Why might this be? Utilizing machine-learning based animal tracking to find the differences between dominant and subordinate male fish, the researchers found that the dominant fish frequently interacted with others, but were also avoided by some fish.

“The same traits that make you powerful in one context can actively reduce your influence in others, especially contexts in which individuals are free to choose who to follow,” Jordan said. “Dominant individuals can force their will on the group by being pushy, but that also makes them socially aversive. Our results illustrate that although domineering individuals most often ascend to positions of power, they can in fact create the least effective influence structures at the same time.”

Another study of aggressive leaders found that they are more frequently punished for their mistakes due to a perception that their actions are more intentional. Despite this risk, people are typically attracted to dominant leaders over likable ones, according to a University of British Columbia study. Dominant leaders also rise when people are preparing for conflict, said a study out of Aarhus University.

But if fish are anything to go by, we should avoid choosing the most aggressive and dominant individuals as our leaders because they’re just not that effective.


Dominant individuals are often most influential in their social groups, affecting movement, opinion, and performance across species and contexts. Yet, behavioral traits like aggression, intimidation, and coercion, which are associated with and in many cases define dominance, can be socially aversive. The traits that make dominant individuals influential in one context may therefore reduce their influence in other contexts. Here, we examine this association between dominance and influence using the cichlid fish Astatotilapia burtoni, comparing the influence of dominant and subordinate males during normal social interactions and in a more complex group consensus association task. We find that phenotypically dominant males are aggressive, socially central, and that these males have a strong influence over normal group movement, whereas subordinate males are passive, socially peripheral, and have little influence over normal movement.

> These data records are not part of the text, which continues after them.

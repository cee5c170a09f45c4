// Package viz presents solved networks: the text report, JSON and CSV for
// scripts, and heat-path diagrams as DOT, SVG or PNG. It never solves; it
// reads a network.Solution.
//
// Units are stated everywhere: text headers carry them, JSON and CSV put
// them in the key and column names (temperature_degC, heat_W, margin_K).
// Temperatures are shown in degrees Celsius, differences in kelvin, heat
// flows in watts.
package viz

// Caution is printed with every result. Lumped models are estimates; people
// can be hurt by hot surfaces and failed safety parts.
const Caution = "Results are estimates from a lumped thermal model. Confirm them by measurement on the real product, " +
	"and defer to local codes, product-safety standards (touch-temperature limits among them) and licensed engineering practice."

// Run describes how the solve went, for the reports.
type Run struct {
	Converged  bool
	Reason     string  // the solver's stop reason
	Iterations int     // Newton iterations
	Residual   float64 // largest residual, W
	Scaled     float64 // residual relative to the heat moving through the network
}

// kelvin is the offset between kelvin and degrees Celsius.
const kelvin = 273.15

// celsius converts an absolute temperature in K to °C.
func celsius(t float64) float64 { return t - kelvin }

However, subordinate males have the greatest influence in generating group consensus during the association task. Dominant males are spatially distant and have lower signal-to-noise ratios of informative behavior in the association task, potentially interfering with their ability to generate group consensus. In contrast, subordinate males are physically close to other group members, have a high signal-to-noise ratio of informative behavior, and equivalent visual connectedness to their group as dominant males. The behavioral traits that define effective social influence are thus highly context specific and can be dissociated with social dominance. Thus, processes of hierarchical ascension in which the most aggressive, competitive, or coercive individuals rise to positions of dominance may be counterproductive in contexts where group performance is prioritized.